You are now entering your third, and final trimester. Weight gain will continue throughout the rest of your pregnancy, and women usually find that they gain approximately 5kg during the third trimester alone.

Some women experience colostrum – the first breast milk – leaking from their breasts. This is perfectly normal, although some women find that they do not produce any breast milk until after their baby is born. If you are finding colostrum a problem, it may help to wear breast pads in your bra.

It is fairly common for women to experience sciatica during the latter stages of pregnancy. Sciatica during pregnancy is the result of the weight of the uterus, and/or the baby’s head, putting pressure on the sciatic nerve. The sciatic nerve runs through the lower back and legs and pressure on the nerve can cause shooting pains in the back and legs. If you are experiencing sciatica you may find it helpful to change your position frequently and get plenty of rest, but if you have any concerns, you should speak to your midwife or your Doctor.

You will be due to have a routine antenatal appointment around this time. During this appointment, you will have your blood pressure checked and your midwife will check for swelling in your feet and ankles. Both of these checks are to rule out pre-eclampsia. Around this time, many women start to think about their birthing plan and begin to make choices about the kind of birth they want, e.g. a home birth or a hospital birth, who they would like to be with them, and look at choices for pain relief during labour. You should discuss any issues you are concerned about with your midwife.

Symptoms to watch out for

Although unusual at this stage pre eclampsia is a potentially very serious condition. It is characterized by headaches, swelling of the legs and particularly the face, flashing lights or little black floaters in the eyes. When severe there can be pain below the ribs. There should be no vaginal bleeding or change in vaginal discharge at this stage. Fetal movements should in general be vigorous and frequent. They can be painful. There may be a few Braxton Hicks contractions. They should not be painful or more than once a day. A variety of minor symptoms are common particularly those related to greater pressure on the bones and muscles of the spine and pelvis. Skin complaints are also quite common. If severe, a consultation with a dermatologist may be helpful.

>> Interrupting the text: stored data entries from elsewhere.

/// \file Sums of exponentials for the correlation functions of baths.

#include "runtime/bath/exponential_sum.h"

#include <algorithm>
#include <catch2/catch.hpp>
#include <cmath>
#include <map>

#include "runtime/bath/correlation.h"
#include "runtime/bath/shift.h"

using namespace tarn::runtime;
using Eigen::ArrayXd;
using Complex = std::complex<double>;

namespace {

ThermalBath bath_of(SpectralDensity density, double theta) {
  auto bath = ThermalBath::make(std::move(density), theta);
  REQUIRE(bath.has_value());
  return *bath;
}

double rate_of(const ThermalBath& bath, double w) { return bath.rate(ArrayXd::Constant(1, w))[0]; }

double worst_c(const ThermalBath& bath, const ExponentialSum& sum, double from, double to) {
  const CorrelationFunction c(bath);
  double worst = 0.0;
  for (double t = from; t < to; t *= 1.07) worst = std::max(worst, std::abs(c.at(t) - correlation(sum, t)));
  return worst;
}

void check_partners(const ExponentialSum& sum) {
  for (const Exponential& term : sum.terms) {
    CHECK(term.rate.real() > 0.0);
    const bool paired = std::any_of(sum.terms.begin(), sum.terms.end(), [&](const Exponential& other) {
      return std::abs(other.rate - std::conj(term.rate)) < 1e-12 * std::abs(term.rate) &&
             std::abs(other.coefficient - std::conj(term.conjugate)) < 1e-9 * std::abs(term.coefficient) + 1e-300;
    });
    CHECK(paired);
  }
}

}  // namespace

// Hot limit: J coth(w/2 theta) -> 2 theta J/w, so Re C = 2 lambda theta exp(-nu t), Im C = -lambda nu exp(-nu t):
// closed form, corrections of order nu/theta. Quantum Dissipative Systems (World Scientific).
TEST_CASE("a hot Drude bath is one exponential") {
  const double nu = 0.5, theta = 5e3, eta = 1e-3;
  const double lambda = M_PI * eta * nu / 2;
  const auto sum = pade_sum(bath_of({Drude{eta, nu}}, theta), 1, 50.0, 2.0);
  REQUIRE(sum.has_value());
  REQUIRE(sum->terms.size() == 2);
  const Exponential& slow = sum->terms.front();
  CHECK(slow.rate.real() == Approx(nu).epsilon(1e-14));
  CHECK(slow.coefficient.real() == Approx(2 * lambda * theta).epsilon(1e-7));
  CHECK(slow.coefficient.imag() == Approx(-lambda * nu).epsilon(1e-10));
  CHECK(sum->error < 1e-4);
}

// C(t) of correlation.h, which tests/physics/bath holds to Boost quadrature; Matsubara rates and coefficients
// c_0 = lambda nu [cot(nu/2 theta) - i]: J. Chem. Phys. 130, 234111 (2009).
TEST_CASE("Pade sums of a Drude bath converge to its correlation function") {
  const double nu = 8.0, theta = 1.5, eta = 0.01;
  const ThermalBath bath = bath_of({Drude{eta, nu}}, theta);
  double before = 1.0;
  for (const int count : {2, 4, 8, 16}) {
    const auto sum = pade_sum(bath, count, 20.0);
    REQUIRE(sum.has_value());
    CHECK(sum->terms.size() == static_cast<std::size_t>(count) + 1);
    CHECK(sum->error < 0.5 * before);
    CHECK(std::abs(sum->rest) < 1e-13);  // gamma(0) is exact
    before = sum->error;
  }
  const auto sum = pade_sum(bath, 16, 20.0);
  CHECK(worst_c(bath, *sum, 0.05, 20.0) < 1e-5);
  const double lambda = M_PI * eta * nu / 2;
  const auto drude = std::find_if(sum->terms.begin(), sum->terms.end(), [&](const Exponential& e) { return std::abs(e.rate - nu) < 1e-9; });
  REQUIRE(drude != sum->terms.end());
  CHECK(std::abs(drude->coefficient - lambda * nu * Complex(1.0 / std::tan(nu / (2 * theta)), -1.0)) < 1e-9 * lambda * nu);
  check_partners(*sum);
}

TEST_CASE("an underdamped peak has a pair of conjugate rates") {
  const ThermalBath bath = bath_of({LorentzianPeak{0.3, 20.0, 0.5}, Drude{0.01, 8.0}}, 1.5);
  const auto sum = pade_sum(bath, 8, 50.0, 30.0);
  REQUIRE(sum.has_value());
  CHECK(sum->terms.size() == 11);
  check_partners(*sum);
  CHECK(worst_c(bath, *sum, 0.05, 50.0) < 1e-3);
  CHECK(sum->error < 1e-4);
}

// The limit nu = 2 pi theta, where the pole of J and a Matsubara pole coincide: C is continuous there.
TEST_CASE("a Drude rate on a Matsubara frequency") {
  const ThermalBath bath = bath_of({Drude{0.01, 2 * M_PI * 1.5}}, 1.5);
  const auto sum = exponential_sum(bath, 1e-4, 20.0, 30.0);
  REQUIRE(sum.has_value());
  CHECK(sum->error < 1e-4);
  CHECK(worst_c(bath, *sum, 0.1, 20.0) < 1e-4);
  check_partners(*sum);
}

// C(t) and gamma(0) of correlation.h and thermal_bath.h. The run is 5000 times the bath's shortest time.
TEST_CASE("fits of an ohmic bath get better with their length") {
  const ThermalBath bath = bath_of({PowerLaw{0.01, 50.0, 1.0}}, 1.5);
  const double c0 = std::abs(CorrelationFunction(bath).at(0.0));
  const std::map<int, double> reached = {{6, 1e-2}, {10, 4e-4}, {20, 4e-5}, {30, 3e-7}};
  for (const auto& [most, allowed] : reached) {
    const auto sum = fitted_sum(bath, most, 100.0);
    REQUIRE(sum.has_value());
    CAPTURE(most, sum->terms.size(), sum->error);
    CHECK(std::ssize(sum->terms) <= most);
    CHECK(worst_c(bath, *sum, 1e-5, 100.0) < allowed * c0);
    CHECK(half_range(*sum, 0.0).real() == Approx(0.5 * rate_of(bath, 0.0)).epsilon(1e-10));  // by the rest
    check_partners(*sum);
  }
}

// Kubo-Martin-Schwinger condition; J. Phys. Soc. Jpn 12, 570 (1957).
TEST_CASE("a sum obeys detailed balance and has the shift of its bath, to its error") {
  const std::vector<SpectralDensity> densities = {{Drude{0.01, 8.0}}, {PowerLaw{0.01, 50.0, 1.0}}, {PowerLaw{0.01, 10.0, 3.0}, Drude{0.01, 8.0}}};
  for (const SpectralDensity& density : densities) {
    const ThermalBath bath = bath_of(density, 1.5);
    const ShiftFunction shift(bath);
    const auto sum = exponential_sum(bath, 1e-4, 100.0, 20.0);
    REQUIRE(sum.has_value());
    CHECK(sum->error <= 1e-4);
    double largest = 0.0;
    for (double w = -20.0; w <= 20.0; w += 0.1) largest = std::max(largest, std::abs(Complex(0.5 * rate_of(bath, w), shift.at(w))));
    for (const double w : {0.03, 0.4, 1.7, 6.0, 19.0}) {
      CAPTURE(w, sum->error);
      const Complex down = half_range(*sum, w);
      const Complex up = half_range(*sum, -w);
      CHECK(std::abs(2.0 * up.real() - std::exp(-w / 1.5) * 2.0 * down.real()) < 6e-4 * largest);
      CHECK(std::abs(down.imag() - shift.at(w)) < 2e-4 * largest);
    }
  }
}

TEST_CASE("sums of other baths: cold, a table, none; refusals by name") {
  const auto cold = exponential_sum(bath_of({PowerLaw{0.01, 50.0, 1.0}}, 0.0), 1e-3, 100.0, 30.0);
  REQUIRE(cold.has_value());
  CHECK(cold->error <= 1e-3);
  // Kinks of J ring for long: what is reached is told, not asked.
  const ThermalBath table = bath_of({Tabulated{{0.0, 3.0, 5.0, 9.0, 20.0}, {0.0, 0.3, 1.0, 0.2, 0.0}}}, 1.5);
  const auto rows = fitted_sum(table, 30, 10.0);
  REQUIRE(rows.has_value());
  CHECK(rows->error < 0.1);
  CHECK(worst_c(table, *rows, 1e-3, 10.0) < 0.05 * std::abs(CorrelationFunction(table).at(0.0)));
  CHECK(exponential_sum(bath_of({}, 1.5), 1e-4, 10.0)->terms.empty());
  const auto refused = [](const tarn::Result<ExponentialSum, BathError>& sum) {
    REQUIRE_FALSE(sum.has_value());
    CHECK_FALSE(to_text(sum.error()).empty());
    return sum.error().parameter;
  };
  const ThermalBath drude = bath_of({Drude{0.01, 8.0}}, 1.5);
  CHECK(refused(pade_sum(drude, 0, 1.0)) == "number of terms");
  CHECK(refused(pade_sum(drude, 1, 0.0)) == "length of the run");
  CHECK(refused(pade_sum(drude, 1, 1.0, 0.0)) == "highest frequency of the sum");
  CHECK(refused(pade_sum(bath_of({Drude{0.01, 8.0}}, 0.0), 1, 1.0)) == "temperature");
  CHECK(refused(pade_sum(bath_of({PowerLaw{0.01, 8.0}}, 1.5), 1, 1.0)) == "density");
  CHECK(refused(exponential_sum(drude, 0.0, 1.0)) == "tolerance of the sum");
  CHECK(fitted_sum(bath_of({PowerLaw{0.01, 8.0, 0.5}}, 1.5), 5, 1.0).error().code == BathErrorCode::zero_rate_diverges);
}
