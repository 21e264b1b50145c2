#pragma once
/// \file A plain interpreter of ir::Module, written apart from the compiler's own code, and storage
/// for kernels' vectors.

#include <cstdlib>
#include <memory>
#include <new>
#include <span>
#include <vector>

#include "compiler/ir/module.h"
#include "runtime/kernel/input_block.h"

namespace tarn::test {

struct Point {
  double s = 0, t = 0, w = 0;
};

/// The value of every row of the module at one point; truths are 0 and 1.
std::vector<double> interpret(const ir::Module& module, std::span<const double> inputs, Point point);

/// The tables' numbers in the form the kernel takes.
std::vector<runtime::TableNumbers> numbers_of(const ir::Module& module);

/// Memory aligned to 64 bytes, as the kernel's interface asks.
template <class T>
struct Aligned {
  using value_type = T;
  Aligned() = default;
  template <class U>
  Aligned(const Aligned<U>&) {}
  T* allocate(std::size_t n) { return static_cast<T*>(::operator new(n * sizeof(T), std::align_val_t(64))); }
  void deallocate(T* place, std::size_t) { ::operator delete(place, std::align_val_t(64)); }
  bool operator==(const Aligned&) const { return true; }
};
using Doubles = std::vector<double, Aligned<double>>;

}  // namespace tarn::test
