/// \file Spectral densities: values, checks of what the user gave, messages.

#include "runtime/bath/spectral_density.h"

#include <catch2/catch.hpp>
#include <cmath>

#include "runtime/bath/thermal_bath.h"

using namespace tarn::runtime;

namespace {

double value(const Component& component, double w) { return spectral_density(component, Eigen::ArrayXd::Constant(1, w))[0]; }

BathErrorCode refused(Component component, double theta = 1.0) {
  const auto bath = ThermalBath::make({std::move(component)}, theta);
  REQUIRE_FALSE(bath.has_value());
  CHECK_FALSE(to_text(bath.error()).empty());
  return bath.error().code;
}

Sampled sampled(double (*f)(double)) {
  return {[f](std::span<const double> w, double* j) {
    for (std::size_t i = 0; i < w.size(); ++i) j[i] = f(w[i]);
  }};
}

}  // namespace

TEST_CASE("J has the value of its formula and is odd") {
  CHECK(value(PowerLaw{0.01, 50.0, 1.0}, 3.0) == Approx(0.03 * std::exp(-0.06)).epsilon(1e-15));
  CHECK(value(PowerLaw{0.01, 50.0, 0.5}, 2.0) == Approx(0.02 * 5.0 * std::exp(-0.04)).epsilon(1e-14));
  CHECK(value(Drude{0.01, 4.0}, 4.0) == Approx(0.02).epsilon(1e-15));
  // At its centre the peak is (2/pi) lambda centre/width.
  CHECK(value(LorentzianPeak{0.3, 7.0, 0.5}, 7.0) == Approx(2.0 / M_PI * 0.3 * 14.0).epsilon(1e-14));
  for (const Component& c : {Component(PowerLaw{0.01, 50.0, 3.0}), Component(Drude{1.0, 2.0}), Component(LorentzianPeak{1.0, 2.0, 0.1})}) {
    CHECK(value(c, -1.7) == -value(c, 1.7));
    CHECK(value(c, 0.0) == 0.0);
  }
}

TEST_CASE("tables are interpolated between rows and vanish outside") {
  const Tabulated linear{{0.0, 1.0, 3.0}, {0.0, 2.0, 1.0}};
  CHECK(value(linear, 0.25) == Approx(0.5));
  CHECK(value(linear, 1.0) == 2.0);
  CHECK(value(linear, 2.0) == Approx(1.5));
  CHECK(value(linear, 3.0) == 1.0);
  CHECK(value(linear, 3.1) == 0.0);
  CHECK(value(linear, -2.0) == Approx(-1.5));
  const Tabulated power{{1.0, 4.0, 16.0}, {2.0, 32.0, 512.0}, Interpolation::log_log};
  CHECK(value(power, 3.0) == Approx(18.0).epsilon(1e-14));  // 2 w^2
  CHECK(value(power, 0.5) == 0.0);
}

TEST_CASE("what is out of range is refused by name") {
  CHECK(refused(PowerLaw{-1.0, 1.0, 1.0}) == BathErrorCode::out_of_range);
  CHECK(refused(PowerLaw{1.0, 0.0, 1.0}) == BathErrorCode::out_of_range);
  CHECK(refused(PowerLaw{1.0, 1.0, 0.0}) == BathErrorCode::out_of_range);
  CHECK(refused(Drude{1.0, std::nan("")}) == BathErrorCode::out_of_range);
  CHECK(refused(LorentzianPeak{1.0, 1.0, 0.0}) == BathErrorCode::out_of_range);
  CHECK(refused(Drude{1.0, 1.0}, -0.1) == BathErrorCode::out_of_range);
  CHECK(refused(Tabulated{{1.0}, {1.0}}) == BathErrorCode::bad_table);
  CHECK(refused(Tabulated{{1.0, 2.0}, {1.0}}) == BathErrorCode::bad_table);
  CHECK(refused(Tabulated{{2.0, 1.0}, {1.0, 1.0}}) == BathErrorCode::bad_table);
  CHECK(refused(Tabulated{{0.0, 1.0}, {1.0, 1.0}}) == BathErrorCode::bad_table);
  CHECK(refused(Tabulated{{0.0, 1.0}, {0.0, 1.0}, Interpolation::log_log}) == BathErrorCode::bad_table);
  CHECK(refused(sampled([](double w) { return std::sin(w); })) == BathErrorCode::negative_density);
  CHECK(refused(sampled([](double w) { return std::exp(-w); })) == BathErrorCode::zero_rate_diverges);
  const auto two = ThermalBath::make({Drude{1.0, 1.0}, Drude{1.0, -2.0}}, 1.0);
  REQUIRE_FALSE(two.has_value());
  CHECK(two.error().component == 1);
  CHECK(two.error().parameter == "cutoff");
}

TEST_CASE("a sub-ohmic bath has no rate at zero frequency, and says so") {
  const auto bath = ThermalBath::make({Drude{0.01, 3.0}, PowerLaw{0.01, 50.0, 0.5}}, 1.5);
  REQUIRE(bath.has_value());
  const auto rate = bath->zero_rate();
  REQUIRE_FALSE(rate.has_value());
  CHECK(rate.error().code == BathErrorCode::zero_rate_diverges);
  CHECK(rate.error().component == 1);
  const auto function = ThermalBath::make({sampled([](double w) { return std::sqrt(w) * std::exp(-w); })}, 1.5);
  REQUIRE(function.has_value());
  CHECK_FALSE(function->zero_rate().has_value());
  const auto cold = ThermalBath::make({PowerLaw{0.01, 50.0, 0.5}}, 0.0);
  REQUIRE(cold.has_value());
  CHECK(cold->zero_rate().value() == 0.0);
}
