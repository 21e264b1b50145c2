#include "tests/unit/compiler/support/reference.h"

#include <cmath>

namespace tarn::test {

using namespace ir;

namespace {

double apply_unary(UnaryOp op, double x) {
  switch (op) {
    case UnaryOp::neg: return -x;
    case UnaryOp::exp: return std::exp(x);
    case UnaryOp::ln: return std::log(x);
    case UnaryOp::log10: return std::log10(x);
    case UnaryOp::sqrt: return std::sqrt(x);
    case UnaryOp::sin: return std::sin(x);
    case UnaryOp::cos: return std::cos(x);
    case UnaryOp::tan: return std::tan(x);
    case UnaryOp::asin: return std::asin(x);
    case UnaryOp::acos: return std::acos(x);
    case UnaryOp::atan: return std::atan(x);
    case UnaryOp::sinh: return std::sinh(x);
    case UnaryOp::cosh: return std::cosh(x);
    case UnaryOp::tanh: return std::tanh(x);
    case UnaryOp::abs: return std::abs(x);
    case UnaryOp::floor: return std::floor(x);
    case UnaryOp::logical_not: return x != 0 ? 0 : 1;
  }
  return NAN;
}

double apply_binary(BinaryOp op, double x, double y) {
  switch (op) {
    case BinaryOp::add: return x + y;
    case BinaryOp::sub: return x - y;
    case BinaryOp::mul: return x * y;
    case BinaryOp::div: return x / y;
    case BinaryOp::pow: return std::pow(x, y);
    case BinaryOp::mod: return x - y * std::floor(x / y);
    case BinaryOp::min: return std::isnan(x) || std::isnan(y) ? NAN : std::min(x, y);
    case BinaryOp::max: return std::isnan(x) || std::isnan(y) ? NAN : std::max(x, y);
    case BinaryOp::less: return x < y;
    case BinaryOp::less_equal: return x <= y;
    case BinaryOp::equal: return x == y;
    case BinaryOp::not_equal: return x != y;
    case BinaryOp::logical_and: return x * y;
    case BinaryOp::logical_or: return std::max(x, y);
  }
  return NAN;
}

double read(const Table& table, double x, int order, Outside outside) {
  const std::size_t last = table.pieces();
  const bool out = x < table.knots[0] || x > table.knots[last];
  if (out && (order > 0 || outside == Outside::zero)) return 0;
  x = std::min(std::max(x, table.knots[0]), table.knots[last]);
  std::size_t j = 0;
  while (j + 1 < last && table.knots[j + 1] <= x) ++j;
  const double d = x - table.knots[j];
  const double c1 = table.c[1][j], c2 = table.c[2][j], c3 = table.c[3][j];
  switch (order) {
    case 0: return table.c[0][j] + c1 * d + c2 * d * d + c3 * d * d * d;
    case 1: return c1 + 2 * c2 * d + 3 * c3 * d * d;
    case 2: return 2 * c2 + 6 * c3 * d;
    default: return 6 * c3;
  }
}

}  // namespace

std::vector<double> interpret(const Module& module, std::span<const double> inputs, Point point) {
  std::vector<double> value;
  for (const Value& row : module.values) {
    const auto at = [&](ValueId id) { return value[id.row]; };
    double result = NAN;
    if (const auto* constant = std::get_if<Constant>(&row.op)) result = constant->value;
    if (const auto* input = std::get_if<Input>(&row.op)) result = inputs[input->slot];
    if (const auto* argument = std::get_if<ReadArgument>(&row.op))
      result = argument->argument == Argument::s ? point.s : argument->argument == Argument::t ? point.t : point.w;
    if (const auto* unary = std::get_if<Unary>(&row.op)) result = apply_unary(unary->op, at(unary->operand));
    if (const auto* binary = std::get_if<Binary>(&row.op)) result = apply_binary(binary->op, at(binary->lhs), at(binary->rhs));
    if (const auto* select = std::get_if<Select>(&row.op))
      result = at(select->condition) != 0 ? at(select->then_value) : at(select->else_value);
    if (const auto* table = std::get_if<TableRead>(&row.op))
      result = read(module.tables[table->table.row], at(table->x), table->order, table->outside);
    value.push_back(result);
  }
  return value;
}

std::vector<runtime::TableNumbers> numbers_of(const Module& module) {
  std::vector<runtime::TableNumbers> numbers;
  for (const Table& table : module.tables) {
    runtime::TableNumbers one;
    one.knots = table.knots;
    for (std::size_t k = 0; k < 4; ++k) one.c[k] = table.c[k];
    numbers.push_back(std::move(one));
  }
  return numbers;
}

}  // namespace tarn::test
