import { StyleSheet, View } from 'react-native';

import type { UnitSystem } from '@/api/contracts/quantities';
import type { ScheduleRow } from '@/api/contracts/schedule';
import { hairline, space } from '@/components/theme/tokens';
import { useLayout } from '@/components/theme/use-layout';
import { useTheme } from '@/components/theme/use-theme';
import { DataTable, type Column } from '@/components/ui/data-table';
import { Mark } from '@/components/ui/mark';
import { Text } from '@/components/ui/text';

import { ScheduleGlyph } from './schedule-glyph';
import { decidesText, fromText, layersText, materialText, retarderWords } from './schedule-words';

type ScheduleListProps = { rows: readonly ScheduleRow[]; units: UnitSystem };

/** The schedule as an engineer expects it: a table where there is room, else one block for each line. */
export function ScheduleList({ rows, units }: ScheduleListProps) {
  const { isPhone } = useLayout();
  if (!isPhone)
    return <DataTable label="Schedule of insulation" columns={columnsIn(units)} rows={rows} keyOf={keyOf} />;
  return (
    <View role="list" aria-label="Schedule of insulation">
      {rows.map((row) => (
        <ScheduleBlock key={row.key} row={row} units={units} />
      ))}
    </View>
  );
}

const keyOf = ({ key }: ScheduleRow) => key;

const columnsIn = (units: UnitSystem): Column<ScheduleRow>[] => [
  {
    key: 'section',
    label: 'Section',
    hideLabel: true,
    width: 64,
    cell: (row) => <ScheduleGlyph row={row} size={40} />,
  },
  {
    key: 'service',
    label: 'Service and size',
    cell: (row) => <Pair first={row.service} second={row.sizes.join(', ')} strong />,
  },
  { key: 'place', label: 'Place', cell: (row) => <Text>{row.places.join(', ')}</Text> },
  { key: 'material', label: 'Material and finish', cell: (row) => <Covering row={row} /> },
  {
    key: 'thickness',
    label: 'Thickness',
    numeric: true,
    width: 128,
    cell: (row) => (
      <Text size="lead" weight="strong" numeric align="right" noWrap>
        {layersText(row, units)}
      </Text>
    ),
  },
  { key: 'decides', label: 'From, and what decides', cell: (row) => <Decides row={row} units={units} /> },
  {
    key: 'runs',
    label: 'Runs',
    cell: (row) => (
      <Text size="small" tone="inkSoft">
        {row.runNumbers.join(', ')}
      </Text>
    ),
  },
];

const Pair = ({ first, second, strong }: { first: string; second: string; strong?: boolean }) => (
  <View>
    <Text weight={strong ? 'strong' : 'regular'}>{first}</Text>
    {second ? (
      <Text size="small" tone="inkSoft">
        {second}
      </Text>
    ) : null}
  </View>
);

function Covering({ row }: { row: ScheduleRow }) {
  const retarder = retarderWords[row.vapourRetarder];
  return <Pair first={materialText(row)} second={[row.finish, retarder].filter(Boolean).join('; ')} />;
}

function Decides({ row, units }: { row: ScheduleRow; units: UnitSystem }) {
  const words = decidesText(row, units);
  return (
    <View>
      <Text size="small">{fromText(row)}</Text>
      {row.flags > 0 ? (
        <Mark verdict="fail" words={words} />
      ) : (
        <Text size="small" tone="inkSoft">
          {words}
        </Text>
      )}
    </View>
  );
}

function ScheduleBlock({ row, units }: { row: ScheduleRow; units: UnitSystem }) {
  const theme = useTheme();
  return (
    <View role="listitem" style={[styles.block, { borderBottomColor: theme.rule }]}>
      <ScheduleGlyph row={row} size={40} />
      <View style={styles.words}>
        <View style={styles.head}>
          <View style={styles.title}>
            <Pair first={row.service} second={row.sizes.join(', ')} strong />
          </View>
          <Text size="lead" weight="strong" numeric noWrap>
            {layersText(row, units)}
          </Text>
        </View>
        <Text size="small" tone="inkSoft">
          {row.places.join(', ')}
        </Text>
        <Covering row={row} />
        <Decides row={row} units={units} />
      </View>
    </View>
  );
}

const styles = StyleSheet.create({
  block: { flexDirection: 'row', gap: space.sm, paddingVertical: space.md, borderBottomWidth: hairline },
  words: { flex: 1, minWidth: 0, gap: space.xxs },
  head: { flexDirection: 'row', gap: space.sm, alignItems: 'flex-start' },
  title: { flex: 1, minWidth: 0 },
});
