import type { ScheduleRow } from '@/api/contracts/schedule';
import { DrawnSection } from '@/components/drawing/drawn';

/** The section of a schedule's row, to scale. */
export function ScheduleGlyph({ row: { section }, size }: { row: ScheduleRow; size: 28 | 40 | 120 }) {
  return section ? <DrawnSection drawn={section} size={size} /> : null;
}
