import type { UnitSystem } from '@/api/contracts/quantities';
import { limitWords } from '@/api/contracts/run-words';
import type { ScheduleRow } from '@/api/contracts/schedule';
import { thicknessText, wordsText } from '@/api/contracts/words-text';

/** Names of the layers from the inside out: "64 + 51 mm"; nothing where nothing made meets all. */
export function layersText({ layers }: Pick<ScheduleRow, 'layers'>, units: UnitSystem): string {
  const names = layers.flatMap(({ thickness }) => thickness ?? []);
  return names.length === layers.length ? thicknessText(names, units) : 'none made';
}

/** One material, or each of several from the inside out. */
export const materialText = ({ layers }: Pick<ScheduleRow, 'layers'>): string =>
  [...new Set(layers.map(({ material }) => material))].join(', then ');

export const sourceWords: Record<ScheduleRow['source'], string> = {
  chosen: 'chosen',
  specified: 'specification',
  proposed: 'proposed',
};

/** "specification P02", "chosen: drawing M-401 note 4 shows 38 mm". */
export function fromText({ source, specificationLabel, reasons }: ScheduleRow): string {
  if (source === 'chosen') return `chosen: ${reasons.join('; ')}`;
  return source === 'specified' && specificationLabel ? `specification ${specificationLabel}` : sourceWords[source];
}

/** What decides the thickness, or falls short, in the reader's units. */
export function decidesText({ decides, governing }: ScheduleRow, units: UnitSystem): string {
  const words = wordsText(decides, units);
  return words || (governing ? limitWords[governing] : '');
}

export const retarderWords: Record<ScheduleRow['vapourRetarder'], string> = {
  none: '',
  'sealed-facing': 'facing sealed at laps, joints, fittings and ends',
  'closed-cell': 'every joint glued or sealed',
  'mastic-and-mesh': 'vapour-retarder mastic with mesh',
};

What is routinely offered on NHS

You will have a midwife check about this time. She will ask you questions about how you are feeling. She will check your blood pressure and urine for signs of pre eclampsia. She will feel your tummy and may use a tape measure to measure it. From this stage your tummy will increase in size from the top of the lump to the bottom by one centimetre per week. If she finds this is not the case you will be referred for a scan. The midwife will discuss antenatal preparation classes which are run locally.

What other care is available

You can be seen in a private clinic without a referral letter. You can see a midwife or a specialist to discuss any concerns you may have. There you can have an appointment with a midwife, specialist and you can have a high quality ultrasound scan at short notice. You can have a detailed discussion with a specialist about any concerns you may have.

You may like to have a 4D ultrasound scan, many of these are mainly for bonding purposes, however it is important that every scan you have is at a recognised medical ultrasound clinic and with an accredited sonographer, as an entertainment scan may miss an important health issue that should be addressed.